El primer árbol de la libertad plantado en la tierra, fue la Cruz del Calvario. Jesucristo lo regó con su sangre para dar a los hombres la libertad de los hijos de Dios. La Iglesia continuó la obra de Cristo, luchando por la libertad de los esclavos, rehabilitándolos, devolviéndoles su dignidad de hombres y substrayéndoles a la tiranía de sus amos. La caridad cristiana inspiró heroísmo maravillosos en los fieles, hasta el grado de que muchos de ellos se condenaban espontáneamente a la esclavitud para libertar a sus hermanos. San Ambrosio. San Agustín, San Hilario, llegaron hasta vender los ornamentos de sus basílicas para comprar la libertad de los esclavos. "¡Es todo un milagro!", exclamó el impío Renán, al contemplar la revolución moral operada por el cristianismo en aquel mundo pagano y corrompido…..

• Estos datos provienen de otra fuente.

def plane_consistency(family: ObservedFamily, g: Any, cands: Any, frame: FrameSettings | None = None,
                      orientation_sigma_deg: float = 1.0, frame_sigma_deg: float = 0.5,
                      k_sigma: float = DEFAULT_CRACK_K_SIGMA, near_surface_deg: float | None = None) -> list[PlaneConsistency]:
    """Every distinct candidate plane, with whether the family's angle is within ``k_sigma`` of its trace.

    The spread is the matcher's (:func:`tracefit.matching.family_log_weights`): measurement
    sigma, the predicted trace's spread from the orientation uncertainty
    (:func:`tracefit.matching.predicted_trace_sigma`) and the frame uncertainty, in quadrature.

    Parameters
    ----------
    family : ObservedFamily
        The measured trace (a crack, say).
    g : ndarray (3, 3) or orientation with ``as_matrix()``
        Orientation, v_crystal = g v_sample.
    cands : CandidateSet or iterable of DeformationSystem
        Candidate planes.
    frame : FrameSettings, optional
        Orientation-data frame -> image.
    orientation_sigma_deg, frame_sigma_deg : float
        Orientation and frame-rotation sigmas, degrees (>= 0).
    k_sigma : float
        Consistency factor (> 0).
    near_surface_deg : float, optional
        Planes flatter than this are flagged (default ``tracefit.predict.NEAR_SURFACE_DEG``).

    Returns
    -------
    list of PlaneConsistency
        Consistent planes first, each group by |residual| / sigma.

    Raises
    ------
    TracefitInputError
        For a bad orientation, sigma or k_sigma.

    Examples
    --------
    A crack at 110 deg in fcc at Euler (0, 30, 0), where the (111) trace lies at 110.1 deg:

    >>> from tracefit.crystal import catalogue, from_euler, lattice_preset
    >>> fcc = lattice_preset("fcc")
    >>> pc = plane_consistency(ObservedFamily(110.0, 0.5), from_euler((0, 30, 0)), catalogue(fcc, ["slip"]))
    >>> [(q.plane, q.consistent) for q in pc[:2]]
    [((1, 1, 1), True), ((1, -1, -1), False)]
    """
    from tracefit.predict import NEAR_SURFACE_DEG

    check_sigma(orientation_sigma_deg, "orientation_sigma_deg")
    check_sigma(frame_sigma_deg, "frame_sigma_deg")
    if not (math.isfinite(k_sigma) and k_sigma > 0):
        raise TracefitInputError(f"k_sigma must be a positive number of sigmas, got {k_sigma!r}")
    cands = as_candidate_set(cands)
    ns = NEAR_SURFACE_DEG if near_surface_deg is None else near_surface_deg
    ang, incl, slope = predict_candidates(cands, orientation_matrix(g, "g"), frame)
    ang, incl, slope = ang[0], incl[0], slope[0]
    psig = predicted_trace_sigma(incl, orientation_sigma_deg, slope)
    P = len(cands)
    _, resid, sig = family_log_weights([family.angle_deg], [family.angle_sigma_deg], ang, psig,
                                       np.zeros(P), 0.0, frame_sigma_deg, slope)
    out = []
    for pid in np.unique(cands.plane_ids):
        idx = np.flatnonzero(cands.plane_ids == pid)
        c = int(idx[0])  # slip and twin on one plane share the normal, so one trace
        modes = []
        for i in idx:
            if cands.modes[i] not in modes:
                modes.append(cands.modes[i])
        fams = "/".join(dict.fromkeys(cands.families[i] for i in idx))
        r, s = float(resid[0, c]), float(sig[0, c])
        out.append(PlaneConsistency(cands.planes[c], fams, modes, float(ang[c]), r, s, float(incl[c]),
                                    bool(incl[c] < ns), abs(r) <= k_sigma * s))
    out.sort(key=lambda q: (not q.consistent, abs(q.residual_deg) / max(q.sigma_deg, 1e-9)))
    return out


# ----------------------------------------------------------------------------- identification
def identify_observed(
    observed: Sequence[ObservedFamily],
    lattice: Any,
    systems: Any,
    g: Any = None,
    orientations: Mapping[Any, Any] | None = None,
    *,
    frame: FrameSettings | None = None,
    orientation_sigma_deg: float = 1.0,
    frame_sigma_deg: float = 0.5,
    grain_sigma_deg: Mapping[Any, float] | None = None,
    crack_k_sigma: float = DEFAULT_CRACK_K_SIGMA,
    modes: Iterable[str] | None = None,
    families: Iterable[str] | None = None,
    **matcher_options: Any,
) -> list[FamilyIdentification]:
    """Identify detected and measured families, and state each crack's consistent planes.

    Families are matched with :func:`tracefit.matching.identify_families` (one orientation
    ``g``) or :func:`tracefit.matching.identify_grains` (``orientations``). The matcher's
    rule that two families of one grain cannot share a plane is applied within one source
    only (detected with detected, measured with measured): a hand-measured line may be one
    the detector also found. Each crack (label containing ``crack``) is matched on its own,
    since a crack may run along a plane that also carries slip bands, and gets a
    :class:`CrackIdentification` with its consistent and inconsistent planes.

    Parameters
    ----------
    observed : sequence of ObservedFamily
    lattice : tracefit.crystal.lattice.Lattice
    systems : iterable of DeformationSystem or CandidateSet
    g : ndarray (3, 3), optional
        One orientation (v_crystal = g v_sample).
    orientations : dict grain -> ndarray (3, 3), optional
        Per-grain orientations instead of ``g``.
    frame, orientation_sigma_deg, frame_sigma_deg, grain_sigma_deg :
        As :func:`tracefit.matching.identify_grains`.
    crack_k_sigma : float
        A crack is consistent with a plane when |residual| <= k sigma (default 2).
    modes, families : optional filters of the candidate systems.
    **matcher_options
        ``load``, ``p_none``, ``schmid_weight``, ``allow_shared_planes``, ``report_threshold``,
        ``ambiguity_ratio`` (see :func:`tracefit.matching.identify_families`).

    Returns
    -------
    list of FamilyIdentification
        In input order; CrackIdentification for cracks.

    Raises
    ------
    TracefitInputError
        When both or neither of ``g`` and ``orientations`` are given, ``g`` is given with
        families of several grains, or another argument is bad.

    Examples
    --------
    A band and a crack along the same (111) trace (fcc, Euler (0, 30, 0)):

    >>> from tracefit.crystal import catalogue, from_euler, lattice_preset
    >>> fcc = lattice_preset("fcc")
    >>> obs = [ObservedFamily(110.2, 0.3, source="measured"), ObservedFamily(110.4, 0.5, source="measured", label="crack")]
    >>> band, crack = identify_observed(obs, fcc, catalogue(fcc, ["slip"]), g=from_euler((0, 30, 0)))
    >>> band.best.plane, crack.best.plane, [q.plane for q in crack.consistent_planes]
    ((1, 1, 1), (1, 1, 1), [(1, 1, 1)])
    """
    # Over 80 lines only through its numpydoc docstring (parameters, example); the code is 45 lines.
    if (g is None) == (orientations is None):
        raise TracefitInputError("give one orientation g or a per-grain orientation table, not both and not neither")
    if not (math.isfinite(crack_k_sigma) and crack_k_sigma > 0):
        raise TracefitInputError(f"the crack consistency factor k must be a positive number of sigmas, got {crack_k_sigma!r}")
    if g is not None:
        g = orientation_matrix(g, "g")
    else:
        orientations = orientation_table(orientations)
    obs = as_observed(observed)  # plain angles become families; anything else is refused here
    if not obs:
        return []
    cands = as_candidate_set(systems, modes, families)
    common = dict(frame=frame, orientation_sigma_deg=orientation_sigma_deg, frame_sigma_deg=frame_sigma_deg, **matcher_options)
    if g is not None:
        grains = {o.grain for o in obs if o.grain is not None}
        if len(grains) > 1:
            raise TracefitInputError(
                f"the measured traces name grains {', '.join(str(x) for x in sorted(grains))} but only one orientation was given; "
                "give a per-grain orientation table (orientations) or leave the grain column empty"
            )
    groups: dict = {}
    for i, o in enumerate(obs):
        # guided families are detected ones (found along a predicted trace): assigned together
        key = ("crack", i) if is_crack(o) else ("bands", "detected" if o.source == "guided" else o.source)
        groups.setdefault(key, []).append(i)
    out: list = [None] * len(obs)
    for key, idx in groups.items():
        fams = [obs[i] for i in idx]
        if g is not None:
            res = identify_families(fams, lattice, g, cands, **common)
        else:
            res = identify_grains(fams, lattice, orientations, cands, grain_sigma_deg=grain_sigma_deg, **common)
        for i, r in zip(idx, res):
            out[i] = r
        if key[0] == "crack":
            i = idx[0]
            o = obs[i]
            gg = g if g is not None else orientations.get(o.grain)
            if gg is None:
                continue  # no orientation for this grain: the matcher's note says so
            osig = orientation_sigma_deg
            if g is None and grain_sigma_deg and o.grain in grain_sigma_deg:
                osig = grain_sigma_deg[o.grain]
            pc = plane_consistency(o, gg, cands, frame, osig, frame_sigma_deg, crack_k_sigma)
            out[i] = _as_crack(out[i], pc, crack_k_sigma)
    return out


def _as_crack(r: FamilyIdentification, pc: list[PlaneConsistency], k: float) -> CrackIdentification:
    cons = [q for q in pc if q.consistent]
    inc = [q for q in pc if not q.consistent]
    notes = list(r.notes)
    if not cons:
        notes.append(f"the crack is not consistent with any candidate plane within {k:g} sigma: "
                     "not crystallographic cracking along these slip or twin planes (or a wrong orientation or frame)")
    elif any(q.near_surface for q in cons):
        notes.append("some consistent planes lie nearly in the surface; their traces are ill-defined and fit almost any crack")
    return CrackIdentification(r.angle_deg, r.angle_sigma_deg, r.grain, r.source, r.label, r.unexplained, r.ambiguous,
                               r.p_none, r.candidates, r.separation, notes, cons, inc, k)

La fuerza grande e inexpugnable del proletariado, según la idea católica, están en su dignidad de hombre y de obrero. Porque el obrero es grande por ser hombre y de obrero. Porque el obrero es grande por ser hombre pero también es grande por ser obrero. Porque el hombre, como obrero, está hecho de manera eminente a imagen y semejanza del obrero. Y nadie cambiará la estructura del reino de Dios, en el cual, a la diestra del Padre omnipotente, el Obrero Eterno del Universo, está formada por una legión de innumerables obreros de la virtud y del apostolado, del campo y del taller, de la ciencia y del arte, que han seguido el ejemplo admirable del Dios Obrero, beneficiando a la humanidad con su trabajo noble y redentor.
¡Hermano obrero! Aquí tienes a un compañero poderoso que anhela ayudarte, a un médico que ansía curarte, a un amigo que te quiso hasta dar su vida por ti, a un hermano que es a la vez Dios y obrero, a un Dios que quiere alimentarte con su Cuerpo y con su sangre.
Eras esclavo y te hizo rey. Te consideraban a nivel de las bestias y Cristo te convirtió en hijo de Dios. Si ahora padeces pobreza por culpa de embaucadores
que arrancaron de tu alma la luz de la fe, no reniegues de Su santo nombre, sino que acude a El con toda confianza. Allí está el dulce Jesús, prisionero de tu amor, esperándote ansiosamente; anhelando entrar en tu corazón. Hoy, desde el Sagrario, como hace veinte siglos en los campos de Palestina, Sus labios repiten con angustia el "misereos super turbam", tengo compasión de las muchedumbres. Y tú, hermano obrero, acude presuroso al divino llamamiento: acércate con devoción a la Sagrada Mesa y recibe en tu corazón a Jesús Sacramentado: y después de entregarle tu alma y todas tus facultades, suplícale con fervor, como los discípulos de Emaús: "Mane nobiscum Domine." "¡Señor, quédate con nosotros!".